Yo no puedo aportar mucho, puesto que mi opinión viene muy acorde en la opinión de Vicente. Sumémosle que he leido todo lo escrito por Vicente en la EMM, y que probablemente entendamos la magia de la misma forma en muchos aspectos pues... poco "de mi" puedo dejar aquí. De hecho cuando empecé a ver todo esto de la magia ficcional (y en Sevilla tenemos a un mago ficcional que es estupendísimo, aunque sea de Chile), empecé a estudiarlo con fuerzas, pero de repente vi una explosión que para mi no iba acorde con "el grado de desarrollo que tiene la teoría aún". Siempre lo achaqué a que "probablemente yo no tuviese todo el material".

Vi a magos ya proclamando "el gran cambio de la Magia". Incluso escuché a algún grande decir "bueno, es que ya hay que dejar de hacer las cosas de Tamariz y lo que dice Tamariz, no todo lo que diga él es cierto", simplemente basándose en la ficcional. Puede que no todo lo que haga Tamariz esté bien, quizás lleguemos a un día en que hayan cosas que haya dicho Juan que no sean válidas, pero también considero que no ha nacido aún nadie que pueda criticar absolutamente nada del conocimiento artístico de Juan y de su magia. Hay que estudiar mucho para rumiarle.

Así que me puse a buscar, y buscando y buscando no di con mucho más de lo que tenía escrito sobre ficción por Gabi, hasta que empecé a pensar que quizás la teoría "no había salido publicada" sino que estaba en fase "underground". Y como tal, se "vicia". Y ese es el gran problema que tiene. Que está viciada.

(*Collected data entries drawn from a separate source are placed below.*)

"""From posterior probabilities to verdicts: the listed candidates, "unexplained", ambiguity and
the plain-language notes and separation hints of every family.
"""

from __future__ import annotations

from dataclasses import dataclass
from typing import Any

import numpy as np

from tracefit.crystal.indices import restate_label
from tracefit.matching.candidates import CandidateSet, plane_key
from tracefit.matching.observed import ObservedFamily
from tracefit.matching.likelihood import logsumexp
from tracefit.matching.results import Candidate, FamilyIdentification, ModeShare, format_plane
from tracefit.predict import NEAR_SURFACE_DEG

# GrainPosterior, family_verdict and flag_all_unexplained serve tracefit.matching.assign only.
__all__ = ["separation_hints"]


@dataclass
class GrainPosterior:
    """Everything the verdicts of one grain's families are read from.

    Attributes
    ----------
    cands : CandidateSet
        P candidates.
    post : ndarray, shape (F, P + 1)
        Posterior probabilities; the last column is "none" (artefact share removed).
    p_art : ndarray, shape (F,)
        Posterior probability of the surface artefact.
    art_angle : list (F) of float or None
        Angle of the artefact direction each family would sit on.
    logw, resid, sig : ndarray, shape (F, P + 1), (F, P), (F, P)
        Log weights, residuals (deg) and total sigmas (deg).
    ang, incl, psig : ndarray, shape (P,)
        Predicted angle, inclination and predicted-trace sigma of every candidate, degrees.
    systems_ranked : list (P) of list of SystemChoice
    load : None, LoadAxis or stress array
    """

    cands: CandidateSet
    post: np.ndarray
    p_art: np.ndarray
    art_angle: list
    logw: np.ndarray
    resid: np.ndarray
    sig: np.ndarray
    ang: np.ndarray
    incl: np.ndarray
    psig: np.ndarray
    systems_ranked: list
    load: Any


def _best_system(gp: GrainPosterior, c: int):
    ranked = gp.systems_ranked[c]
    return ranked[0] if ranked and gp.load is not None and ranked[0].active_sense else None


def _plane_candidate(gp: GrainPosterior, f: int, members: np.ndarray, p_plane: float) -> Candidate:
    """One plane row: the plane's probability, its most probable mode's fields, the split by mode."""
    post = gp.post[f]
    order = members[np.argsort(-post[members], kind="stable")]
    c = int(order[0])
    modes = [ModeShare(mode=gp.cands.modes[k], family=gp.cands.families[k],
                       share=float(post[k] / p_plane) if p_plane > 0 else 1.0 / len(order),
                       probability=float(post[k]), best_system=_best_system(gp, k), systems=gp.systems_ranked[k])
             for k in order]
    return Candidate(
        plane=gp.cands.planes[c],
        family=gp.cands.families[c],
        mode=gp.cands.modes[c],
        predicted_deg=float(gp.ang[c]),
        residual_deg=float(gp.resid[f, c]),
        probability=float(p_plane),
        sigma_deg=float(gp.sig[f, c]),
        predicted_sigma_deg=float(gp.psig[c]),
        inclination_deg=float(gp.incl[c]),
        best_system=_best_system(gp, c),
        systems=gp.systems_ranked[c],
        near_surface=bool(gp.incl[c] < NEAR_SURFACE_DEG),
        log_likelihood=float(logsumexp(gp.logw[f, members])),
        modes=modes,
    )


def _listed_candidates(gp: GrainPosterior, f: int, threshold: float) -> list[Candidate]:
    """Family f's candidate planes above the report threshold, most probable first.

    Plane first: a plane's probability is summed over the modes on it, and the split between
    them is the second level (:class:`ModeShare`). The best plane is listed even below the
    threshold when the family is explained.
    """
    P = len(gp.cands)
    post = gp.post[f]
    p_other = float(post[P]) + float(gp.p_art[f])
    ids = np.asarray(gp.cands.plane_ids, int)
    p_plane = np.bincount(ids, weights=post[:P], minlength=int(ids.max()) + 1)
    out = []
    for q in np.argsort(-p_plane, kind="stable"):
        if p_plane[q] < threshold and not (len(out) == 0 and p_plane[q] > 0 and p_other < 0.5):
            break
        out.append(_plane_candidate(gp, f, np.flatnonzero(ids == q), float(p_plane[q])))
    return out


def _is_ambiguous(cl: list[Candidate], ratio: float) -> bool:
    """A second distinct plane holds at least ``ratio`` of the best plane's summed probability."""
    plane_p: dict = {}
    for c in cl:
        k = plane_key(c.plane)
        plane_p[k] = plane_p.get(k, 0.0) + c.probability
    ps = sorted(plane_p.values(), reverse=True)
    return len(ps) > 1 and ps[1] >= ratio * ps[0]


def _notes(cl: list[Candidate], pn: float, pa: float, reason: str | None, art_angle) -> list[str]:
    notes = []
    if reason is not None and reason.startswith("surface artefact"):
        notes.append(
            f"p_artefact = {pa:.2f}: this family keeps one image angle ({float(art_angle):.1f} deg) in several grains "
            "whose crystallography predicts different traces there; a polishing scratch or other surface mark "
            "runs straight through grain boundaries, slip and twin traces do not"
        )
    elif reason is not None:
        notes.append(
            f"no candidate explains this family (p_none = {pn:.2f}): a scratch or polishing mark, "
            "a wrong orientation, a wrong frame alignment, or a system outside the selected modes"
        )
    for c in cl:
        if c.near_surface:
            notes.append(f"plane {format_plane(c.plane)} lies within {NEAR_SURFACE_DEG:g} deg of the surface: its trace is ill-defined")
            break
    return notes


def family_verdict(o: ObservedFamily, f: int, gp: GrainPosterior, g: np.ndarray, threshold: float,
                   ratio: float) -> FamilyIdentification:
    """The verdict of family ``f`` of a grain.

    Parameters
    ----------
    o : ObservedFamily
        The family.
    f : int
        Its row in ``gp``.
    gp : GrainPosterior
        The grain's posteriors.
    g : ndarray, shape (3, 3)
        The grain's orientation.
    threshold : float
        Report threshold of candidate probabilities.
    ratio : float
        Ambiguity ratio.

    Returns
    -------
    FamilyIdentification
    """
    P = len(gp.cands)
    pn, pa = float(gp.post[f, P]), float(gp.p_art[f])
    art_angle = gp.art_angle[f]
    cl = _listed_candidates(gp, f, threshold)
    unexplained = pn + pa >= 0.5
    reason = None
    if unexplained:
        if pa > pn and art_angle is not None:
            reason = f"surface artefact (continues across grains at {float(art_angle):.1f} deg)"
        else:
            reason = "no candidate fits"
    ambiguous = (not unexplained) and _is_ambiguous(cl, ratio)
    sep = separation_hints(cl, gp.load, g, gp.cands) if (ambiguous or _mixed_modes(cl)) and not unexplained else []
    r = FamilyIdentification(o.angle_deg, o.angle_sigma_deg, o.grain, o.source, o.label,
                             bool(unexplained), bool(ambiguous), pn, cl, sep, _notes(cl, pn, pa, reason, art_angle))
    r.p_artefact = pa
    r.unexplained_reason = reason
    bc = getattr(o, "boundary_continuation", None)
    r.boundary_continuation = bc
    if bc is not None and bc >= 0.5:
        r.notes.append(
            f"{100 * bc:.0f} % of its line ends run on straight into the neighbouring grain with the same contrast: "
            "typical of a surface scratch (a slip or twin band stops at the boundary or turns); not used in the probabilities"
        )
    if getattr(o, "sought_at_deg", None) is not None and o.search_width_deg < 180.0:
        r.notes.append(
            f"looked for only within {o.search_width_deg / 2:g} deg of the predicted trace at {o.sought_at_deg:.2f} deg "
            "(a guided search): its nearness to that trace is no evidence, and p_none is weighed per trace searched"
            + ("; found on line sums of the band response, its significance a bound on those sums (not the "
               "ridge-pixel count of other families)" if getattr(o, "sought_on", None) == "line sums" else "")
        )
    r.artefact_angle_deg = None if art_angle is None or pa < threshold else float(art_angle)
    r.nearest = _nearest(gp, f)
    r.margin = _margin(gp, f)
    return r


def _nearest(gp: GrainPosterior, f: int, n: int = 3) -> list[dict]:
    """The ``n`` planes whose predicted traces are nearest the family, in sigmas, whatever their probability."""
    P = len(gp.cands)
    z = np.abs(gp.resid[f, :P]) / np.maximum(gp.sig[f, :P], 1e-9)
    ids = np.asarray(gp.cands.plane_ids, int)
    out, seen = [], set()
    for c in np.argsort(z, kind="stable"):
        if ids[c] in seen:
            continue
        seen.add(ids[c])
        out.append({"plane": [int(x) for x in gp.cands.planes[c]], "family": restate_label(gp.cands.families[c]),
                    "mode": gp.cands.modes[c], "predicted_deg": round(float(gp.ang[c]), 3),
                    "residual_deg": round(float(gp.resid[f, c]), 3), "n_sigma": round(float(z[c]), 2)})
        if len(out) == n:
            break
    return out


def _margin(gp: GrainPosterior, f: int) -> float | None:
    """Best plane's probability over the runner-up plane's."""
    P = len(gp.cands)
    ids = np.asarray(gp.cands.plane_ids, int)
    p_plane = np.sort(np.bincount(ids, weights=gp.post[f, :P], minlength=int(ids.max()) + 1))[::-1]
    if len(p_plane) < 2 or p_plane[0] <= 0:
        return None
    if p_plane[1] <= p_plane[0] * 1e-12:  # (also when that product underflows to zero)
        return 1e12  # capped: beyond that the margin means "certain"
    return float(p_plane[0] / p_plane[1])


def flag_all_unexplained(results: list[FamilyIdentification], grain: Any) -> None:
    """Add a note to every family of a grain when several families and none fits.

    Then the orientation (or the frame) is the likelier culprit than the families.

    Parameters
    ----------
    results : list of FamilyIdentification
        All verdicts of one grain (changed in place).
    grain : optional
        The grain key (None for a single-orientation image).
    """
    if len(results) >= 2 and all(r.unexplained and r.p_artefact < r.p_none for r in results):
        where = "this grain" if grain is None else f"grain {grain}"
        for r in results:
            r.notes.append(
                f"all {len(results)} families of {where} are unexplained: its orientation, the frame alignment or the "
                "phase is probably wrong; tracefit find-orientation can propose orientations from these angles"
            )


def _mixed_modes(cl: list[Candidate]) -> bool:
    """The best plane carries more than one mode with a share worth mentioning (>= 1 %)."""
    if not cl:
        return False
    if cl[0].modes:
        return sum(m.share >= 0.01 for m in cl[0].modes) > 1
    k0 = plane_key(cl[0].plane)
    return any(plane_key(c.plane) == k0 and c.mode != cl[0].mode for c in cl[1:])


def _mode_rows(cl: list[Candidate]) -> list:
    """(plane, mode, best_system) of every mode listed on the candidates (or the rows themselves)."""
    rows = []
    for c in cl:
        if c.modes:
            rows += [(c.plane, m.mode, m.best_system) for m in c.modes if m.share >= 0.01]
        else:
            rows.append((c.plane, c.mode, c.best_system))
    return rows


def _plane_hints(pl: list[Candidate], load: Any) -> list[str]:
    """Hints that separate several distinct planes."""
    names = ", ".join(f"{format_plane(c.plane)} {c.mode}" for c in pl)
    hints = [f"several planes predict this trace within the uncertainty: {names}"]
    incs = [c.inclination_deg for c in pl]
    if max(incs) - min(incs) >= 10.0:
        hints.append(
            "plane inclination differs ("
            + ", ".join(f"{format_plane(c.plane)}: {c.inclination_deg:.0f} deg" for c in pl)
            + "): band width or step height on the surface, or a section, separates them"
        )
    if load is not None:
        ms = [(c, c.best_system.schmid_factor if c.best_system else 0.0) for c in pl]
        vals = [m for _, m in ms]
        if max(vals) - min(vals) >= 0.1:
            hints.append(
                "Schmid factor under the load differs ("
                + ", ".join(f"{format_plane(c.plane)}: {m:.2f}" for c, m in ms)
                + "): the higher one is the likelier to have been active"
            )
    else:
        hints.append("the Schmid factor under the known load would help: give the load")
    hints.append("a trace on a second surface of known geometry fixes the plane normal (two-face analysis)")
    return hints


def _mode_hints(rows: list, load: Any) -> list[str]:
    """Hints that separate slip from twin; ``rows`` from :func:`_mode_rows`."""
    hints = []
    if load is not None:
        tw = [r for r in rows if r[1] == "twin"]
        pos = [r for r in tw if r[2] is not None]
        if pos and len(pos) < len(tw):
            hints.append("twin polarity: only some twin candidates are sheared in their twinning sense by this load")
        elif not pos:
            hints.append("twin polarity: the load shears every twin candidate against its twinning sense, favouring slip")
    hints.append(
        "slip or twin on the same trace: twins are lens-shaped bands with a lattice misorientation "
        "(check the band interior by diffraction or etching); slip lines are not"
    )
    return hints


def separation_hints(cl: list[Candidate], load: Any, g: np.ndarray | None = None,
                     cands: CandidateSet | None = None) -> list[str]:
    """Plain-language criteria that would separate the candidates in a set.

    Parameters
    ----------
    cl : list of Candidate
        The listed candidate planes, most probable first (the first six are considered, with
        the modes on each).
    load : None, LoadAxis or stress array
        The load, if known.
    g, cands : optional
        Unused; kept for callers that pass the grain's orientation and candidates.

    Returns
    -------
    list of str
        One sentence per criterion (empty when there is nothing to separate).

    Examples
    --------
    >>> a = Candidate((1, 1, 1), "{111}", "slip", 135.0, 0.2, 0.5, 1.0, 1.0, 54.7)
    >>> b = Candidate((1, 1, -1), "{111}", "slip", 135.0, 0.2, 0.5, 1.0, 1.0, 54.7)
    >>> separation_hints([a, b], None)[0]
    'several planes predict this trace within the uncertainty: (111) slip, (11-1) slip'
    """
    top = cl[:6]
    planes: dict = {}
    for c in top:
        planes.setdefault(plane_key(c.plane), c)
    hints = _plane_hints(list(planes.values()), load) if len(planes) > 1 else []
    rows = _mode_rows(top)
    if any(r[1] == "twin" for r in rows) and any(r[1] == "slip" for r in rows):
        hints += _mode_hints(rows, load)
    return hints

Tras mucho estudio, cuando vi un auge de "pseudo-ficcionales" siempre hablé con Vicente y su opinión era muy pareja a la mía. Claro que lo que yo sólo intuía, Vicente me lo aclaraba y como él lo hace todo y lo explica todo tan fácil, pues uno se queda con cara de "es que no puede ser de otra forma". Pero estoy en la misma línea del artículo de la bitácora.

A mi me gustaría distinguir la "actual" magia ficcional, de la magia ficcional de Gabi (o que bien practica también Kiko y por ejemplo Gea). Ese creo que es el problema. 

Me explico.

El concepto de magia ficcional lo define Gabi, lo "maman" 4, y lo "rematan" 14000. Y el problema es que los 4 que lo maman no pueden ayudar mucho más porque es de Gabi el asunto. El caso es que a mi como recurso me parece estupendo para "abordar" otra forma de presentar la magia. Pero eso no me convierte en un buen "ejecutante" o "creador" de Magia Ficcional. Me convierte quizás en uno de esos 14.000. Y si me pego mucho a Gea o a Kiko Pastur, a lo mejor en uno de los 4 que lo han entendido. Y si me pego mucho mucho mucho a Gabi, quizás hasta lo pueda hacer.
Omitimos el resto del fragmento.